Flying the flag for occupational health in the fast-paced world of start-ups, 24-year-old Mehta has a busy schedule ahead of her. She’s just learned that she’s made the Barclays accelerator programme – a mentor-driven programme with industry experts working closely with startups to help them scale up fast.
Mehta, who is from Mumbai, will also be going to India in November with Innovate UK, one of a delegation of 10 who will be invited to ‘match make’ with potential investors and collaborators.
While she admits occupational health is a hard sell – Mehta is the only one in her startup cohort to be working in this space –productivity is not. “The costs of worker health, insurance and the sickness and the delayed work due to dust and air pollution exposure are high – this tech might solve 60 or 70 per cent of those problems,” she tells me confidently. “When I speak to members of government in India, it sounds like a very interesting project to them, a very practical solution to their problems. People have been struggling with the current technology.”
New Delhi, India. Fire trucks spray water over streets in an attempt to clear the toxic smog cloud. Photograph: iStock
Ella’s Law
Doctors and campaigners in the UK are pushing for all of society and industry to do more to reduce air pollution.
In June, the Royal College of Physicians (RCP) published evidence showing that there are now links between air pollution and almost every organ in the body and diseases that affect them.
The RCP used the report to call on UK government to treat air quality as a public health issue. Meanwhile, the Clean Air Bill, or Ella’s Law, created in memory of nine-year-old Ella Adoo-Kissi-Debrah who became the first person to have air pollution listed as a cause of death, is getting its second reading to establish clean air as a human right in the House of Commons on 21 November.

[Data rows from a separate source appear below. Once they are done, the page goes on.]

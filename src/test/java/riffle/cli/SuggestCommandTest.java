package riffle.cli;

import static org.junit.jupiter.api.Assertions.assertEquals;
import static org.junit.jupiter.api.Assertions.assertTrue;

import com.fasterxml.jackson.databind.JsonNode;
import java.nio.file.Path;
import java.util.HashMap;
import java.util.Map;
import org.junit.jupiter.api.BeforeAll;
import org.junit.jupiter.api.Test;
import org.junit.jupiter.api.io.TempDir;

/**
 * {@code riffle suggest} on the demo's pilot (coded elsewhere) and its first wave (not coded):
 * suggestions carry honest metrics, are never applied without being asked, and accepted ones are
 * marked and never learned from.
 */
class SuggestCommandTest {
  @TempDir static Path dir;
  static String project;

  @BeforeAll
  static void importPilotAndWave() {
    project = dir.resolve("demo.riffle").toString();
    for (String[] w : new String[][] {{"precoded-pilot.tsv", "Pilot"}, {"wave-1.csv", "Wave 1"}}) {
      CliTest.Run run =
          CliTest.riffle(
              "import", "--project", project, "--file", "sample-responses/" + w[0], "--wave", w[1]);
      assertEquals(0, run.code(), run.err());
    }
  }

  static JsonNode ok(String... args) throws Exception {
    CliTest.Run run = CliTest.riffle(args);
    assertEquals(0, run.code(), run.err());
    return run.json();
  }

  @Test
  void suggestionsComeWithMetricsAndAreAppliedOnlyWhenAsked() throws Exception {
    int before = ok("info", "--project", project, "--json").get("assignments").asInt();
    JsonNode report = ok("suggest", "--project", project, "--wave", "Wave 1", "--json");
    JsonNode suggestions = report.get("suggestions");
    assertTrue(suggestions.size() > 100, "wave 1 gets suggestions: " + suggestions.size());
    Map<String, Double> thresholds = new HashMap<>();
    for (JsonNode m : report.get("metrics")) {
      for (String key : new String[] {"precision", "recall", "f1", "support"}) {
        assertTrue(m.has(key), key + " in " + m);
      }
      if (m.get("ready").asBoolean()) {
        thresholds.put(
            m.get("question").asText() + "|" + m.get("code").asText(),
            m.get("threshold").asDouble());
        assertTrue(m.get("precision").isNull() || m.get("precision").asDouble() <= 1.0);
      }
    }
    for (JsonNode s : suggestions) {
      assertEquals("Wave 1", s.get("wave").asText());
      Double t = thresholds.get(s.get("question").asText() + "|" + s.get("code").asText());
      assertTrue(t != null && s.get("confidence").asDouble() >= t, s.toString());
      for (String key : new String[] {"respondent", "question", "code", "confidence"}) {
        assertTrue(s.has(key), key);
      }
    }
    assertEquals(
        before,
        ok("info", "--project", project, "--json").get("assignments").asInt(),
        "showing suggestions codes nothing");

    int above = 0;
    for (JsonNode s : suggestions) {
      above += s.get("confidence").asDouble() >= 0.9 ? 1 : 0;
    }
    JsonNode accepted =
        ok(
            "suggest",
            "--project",
            project,
            "--wave",
            "Wave 1",
            "--accept-above",
            "0.9",
            "--coder",
            "ana",
            "--json");
    assertEquals(above, accepted.get("accepted").get("changed").asInt());
    assertEquals(
        before + above, ok("info", "--project", project, "--json").get("assignments").asInt());
    JsonNode again = ok("suggest", "--project", project, "--json");
    assertEquals(
        report.get("examples").asInt(),
        again.get("examples").asInt(),
        "accepted suggestions are not learned from");
    ok("undo", "--project", project, "--coder", "ana", "--json");
    assertEquals(before, ok("info", "--project", project, "--json").get("assignments").asInt());
  }
}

In Delhi in November 2024, particulate air pollution crossed 250 µg/m³, breaching its own air quality standard at 40 µg/m³. But the future is clean, and there is interest in mitigating air pollution, says Mehta. When she speaks to government advisors in India they say “it’s not about regulation, it’s that there’s no technology to help with the regulation”. “When there is tech to [help] then there might be more appetite to get on with complying with regulations,” she explains.
Next steps
For Safety Management, it’s been great to meet someone who is investing their time and passion into worker health and to making a difference. We both agree that worker health, particularly lung health, doesn’t enter conversations or make headlines. In China, construction workers drill and smash concrete under domes, the dust kept conveniently hidden and under wraps, all while its workforce are inhaling it. “It’s the invisible killer,” says Mehta.
But Mehta notices dust everywhere. Visiting a UK hospital recently, where they were constructing a new wing, she says: “The patients couldn’t even open the windows because of the dust. That’s shocking, but the people on the ground are facing it every day, they are the ones affected by it every day.”
Ambitious for their technology to solve a problem close to her heart, she says Mistify AI and its dust suppression misting technology could be used in schools and hospitals as well as on construction sites. “It’s a big and important market. Air has taken a side seat but it’s going to matter a lot. We take it for granted what we breathe in.”
We wish her all the luck in the project – Oxford City Council have already lent their backing – and will ‘watch this space’. “A year and a half after funding, we can start selling,” she says, keen to get going.